Hollywood’s record of adapting beloved anime franchises for the big screen is abysmal. What, then, should movie studios do going forward?

The Solution

Perhaps Hollywood should stick to homaging and adapting elements of classic anime. This method has seen success time and time again. The Matrix couldn’t exist without the original Ghost in the Shell. Pacific Rim owes a debt to the likes of the Gundam and other ‘real robot’ anime series, as well as Godzilla. Akira, one of the next big anime movies due a live action adaptation, has inspired various western stories, from Chronicle to Stranger Things. Scott Pilgrim vs the World, by way of its source comic, utilises a canon of visual references not just to video games but to manga and anime.


However, studios will likely persist in wanting to adapt anime series directly to the silver screen—in which case, these productions should have direct creative oversight from the original creator(s) of the series they’re adapting. This should ensure a faithfulness to the essential themes and characters that made the source material so good, and could lead to interesting insights or even re-interpretations that are true to the creator’s vision.

In the meantime, let’s hope the studios keep their mits away from Cowboy Bebop or Akira a little longer, until they figure out how to do anime adaptations properly.
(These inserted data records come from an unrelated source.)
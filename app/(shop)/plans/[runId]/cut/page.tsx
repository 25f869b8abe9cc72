import type { Metadata } from "next";
import Link from "next/link";
import { notFound } from "next/navigation";
import { connection } from "next/server";
import { requirePage } from "@/lib/auth/guard";
import { getRun } from "@/db/queries/runs";
import { listChildren } from "@/db/queries/blocks";
import { Badge, Card, Notice, PageHeader } from "@/components/ui/card";
import { HotWireCaution } from "@/components/shell/safety-note";
import { PlanView } from "@/components/plans/plan-view";
import { CutBlockForm } from "@/components/plans/cut-block-form";
import { keyNamer, placedByPart, slabMembers } from "@/lib/planning/slabs";
import { stuckPieces } from "@/lib/planning/cut-regions";
import { NotCuttable } from "@/components/plans/not-cuttable";
import { StepRunner } from "@/components/plans/step-runner";
import { blockSteps } from "@/db/queries/at-the-machine";
import { UNDO_MINUTES } from "@/db/queries/cuts";
import { UndoCut } from "@/components/plans/undo-cut";
import { displayUnit } from "@/lib/display";
import { MachineUnitsNote } from "@/components/plans/machine-units";
import { formatMachineSize } from "@/lib/units";

export const metadata: Metadata = { title: "At the machine" };

export default async function AtTheMachinePage({ params }: { params: Promise<{ runId: string }> }) {
  const user = await requirePage("/plans/[runId]/cut");
  // Sizes in millimetres (the machine's unit), with inches beside them for someone who reads inches.
  const unit = await displayUnit(user);
  await connection(); // the undo window depends on the clock: render on each request
  const id = Number((await params).runId);
  const run = Number.isInteger(id) && id > 0 ? await getRun(id) : undefined;
  if (!run?.plan) notFound();
  const plan = run.plan;
  const names = new Map(run.parts.map((p) => [p.id, p.name]));
  // A slab (true-shape plan) is named "slab for N parts"; its members by their parts' names.
  const partName = keyNamer(plan, names);
  const inPlan = run.blocks.filter((b) => b.planStatus);
  const partNames = Object.fromEntries(
    plan.placements.flatMap((p) => [p.part, ...(p.slab ? slabMembers(p) : [])]).map((k) => [k, partName(k)]),
  );
  const stepsOf = new Map(
    await Promise.all(
      inPlan.filter((b) => b.planStatus === "reserved").map(async (b) => [b.id, await blockSteps(run, b.id)] as const),
    ),
  );
  const offcutsOf = new Map(
    await Promise.all(
      inPlan
        .filter((b) => b.planStatus === "cut")
        .map(async (b) => [b.id, (await listChildren(b.id)).map((c) => c.code)] as const),
    ),
  );
  return (
    <>
      <PageHeader
        title={`At the machine · plan #${run.id}`}
        lead={
          <>
            {run.jobNames.join(", ")} · <Link href={`/plans/${run.id}/sheet`}>cut sheet</Link>
          </>
        }
      />
      <div className="space-y-5">
        <HotWireCaution />
        <MachineUnitsNote unit={unit} />
        {run.status !== "approved" && (
          <Notice tone="caution">
            This plan is {run.status === "closed" ? "fully cut" : "not approved"}: nothing to record here.
          </Notice>
        )}
        {inPlan.map((b) => {
          const pb = run.problem.blocks.find((x) => x.id === b.code)!;
          const placements = plan.placements.filter((p) => p.block === b.code);
          const stuck = stuckPieces(plan, b.code, run.settings.kerf);
          const counts = placedByPart(placements);
          return (
            <Card
              key={b.id}
              title={
                <span className="flex flex-wrap items-center gap-2">
                  {b.code} <span className="text-sm font-normal text-ink-soft">{formatMachineSize(pb.size, unit)}</span>
                  {b.planStatus === "cut" ? (
                    <Badge tone="moss">cut</Badge>
                  ) : b.planStatus === "released" ? (
                    <Badge>released</Badge>
                  ) : (
                    <Badge tone="kerf">to cut</Badge>
                  )}
                </span>
              }
            >
              {stuck > 0 && (
                <div className="mb-3">
                  <NotCuttable count={stuck} />
                </div>
              )}
              {/* The steps full width above the form: at the machine they are what people look at. */}
              <div className="space-y-5">
                {stepsOf.get(b.id) && (
                  <StepRunner
                    runId={run.id}
                    initial={stepsOf.get(b.id)!}
                    partNames={partNames}
                    canCheck={run.status === "approved"}
                    unit={unit}
                  />
                )}
                <details className="rounded-md border border-bead p-3" open={!stepsOf.get(b.id)}>
                  <summary className="min-h-11 cursor-pointer py-2 font-medium">The whole block, drawn</summary>
                  <PlanView
                    block={{ id: b.code, size: pb.size, defects: pb.defects.map((d) => ({ min: d.min, max: d.max })) }}
                    placements={placements}
                    offcuts={plan.offcuts.filter((o) => o.block === b.code)}
                    cuts={plan.cuts[b.code] ?? []}
                    kerf={run.settings.kerf}
                    trim={pb.trim}
                    partName={partName}
                    showLayers={false}
                  />
                </details>
                {b.planStatus === "reserved" && run.status === "approved" ? (
                  <CutBlockForm
                    runId={run.id}
                    blockId={b.id}
                    code={b.code}
                    stepsLeft={(() => {
                      const st = stepsOf.get(b.id);
                      const n = st?.procedure.ok ? st.procedure.steps.length : 0;
                      return Math.max(0, n - (st?.done.length ?? 0));
                    })()}
                    stepsDone={stepsOf.get(b.id)?.done.length ?? 0}
                    parts={[...counts].map(([jobPartId, count]) => ({
                      jobPartId,
                      count,
                      name: names.get(jobPartId) ?? `part ${jobPartId}`,
                    }))}
                  />
                ) : b.planStatus === "cut" ? (
                  <>
                    <Notice tone="success" title={b.partial ? `${b.code} is recorded part-cut` : `${b.code} is cut`}>
                      {offcutsOf.get(b.id)?.length ? (
                        <>
                          {b.partial ? "Offcuts and uncut pieces now in stock" : "Offcuts now in stock"}:{" "}
                          {offcutsOf.get(b.id)!.join(", ")}.{" "}
                          <Link href={`/labels?codes=${encodeURIComponent(offcutsOf.get(b.id)!.join(","))}`}>
                            Print their labels
                          </Link>
                          .
                        </>
                      ) : (
                        "No offcuts were kept from it."
                      )}
                    </Notice>
                    {b.cutAt && Date.parse(b.cutAt) + UNDO_MINUTES * 60_000 > Date.now() && (
                      <UndoCut
                        runId={run.id}
                        blockId={b.id}
                        code={b.code}
                        until={new Date(Date.parse(b.cutAt) + UNDO_MINUTES * 60_000).toISOString()}
                      />
                    )}
                  </>
                ) : (
                  <p className="text-sm text-ink-soft">Released: not part of the work any more.</p>
                )}
              </div>
            </Card>
          );
        })}
      </div>
    </>
  );
}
George slumbers darkly in the wastelands of rural Wiltshire, England. He can often be found writing, gaming or catching up on classic television. He aims to be an author by profession, although if that doesn't pan out you might be able to find him on Mars. You can argue with him on Twitter: @georgecheesee



  1. mojack411

    October 23, 2017 at 3:06 pm

    A Hollywood live action of “your name” was recently announced and I’m absolutely terrified. I hold that movie so close to my heart and I can’t bear the thought of it being turned into something else or potentially ruined.

    Well written article that goes beyond just bashing adaptations and pointing out they did have potential, it was just terribly misguided.

    • Kyle Rogacion

      October 23, 2017 at 7:00 pm

      wait what why no stop it Hollywood stop

    • George Cheesee

      October 24, 2017 at 3:21 am

      Thanks for the praise.Ultimately, anime/manga live-action adaptations are usually based on (Japanese) comic books, and Hollywood seems to be getting THOSE right, but it doesn’t treat its anime source material with the same level of respect or understanding.

  2. Kyle Rogacion

    October 23, 2017 at 6:59 pm

    The problem behind anime adaptations is a problem with adaptations at large for exactly the same points you bring up. Source material should inspire, rather than act as a crutch. This is why I can appreciate Lord of the Rings as both a movie and book series. They’re two vastly different types of stories that utilize the strengths of their respective mediums.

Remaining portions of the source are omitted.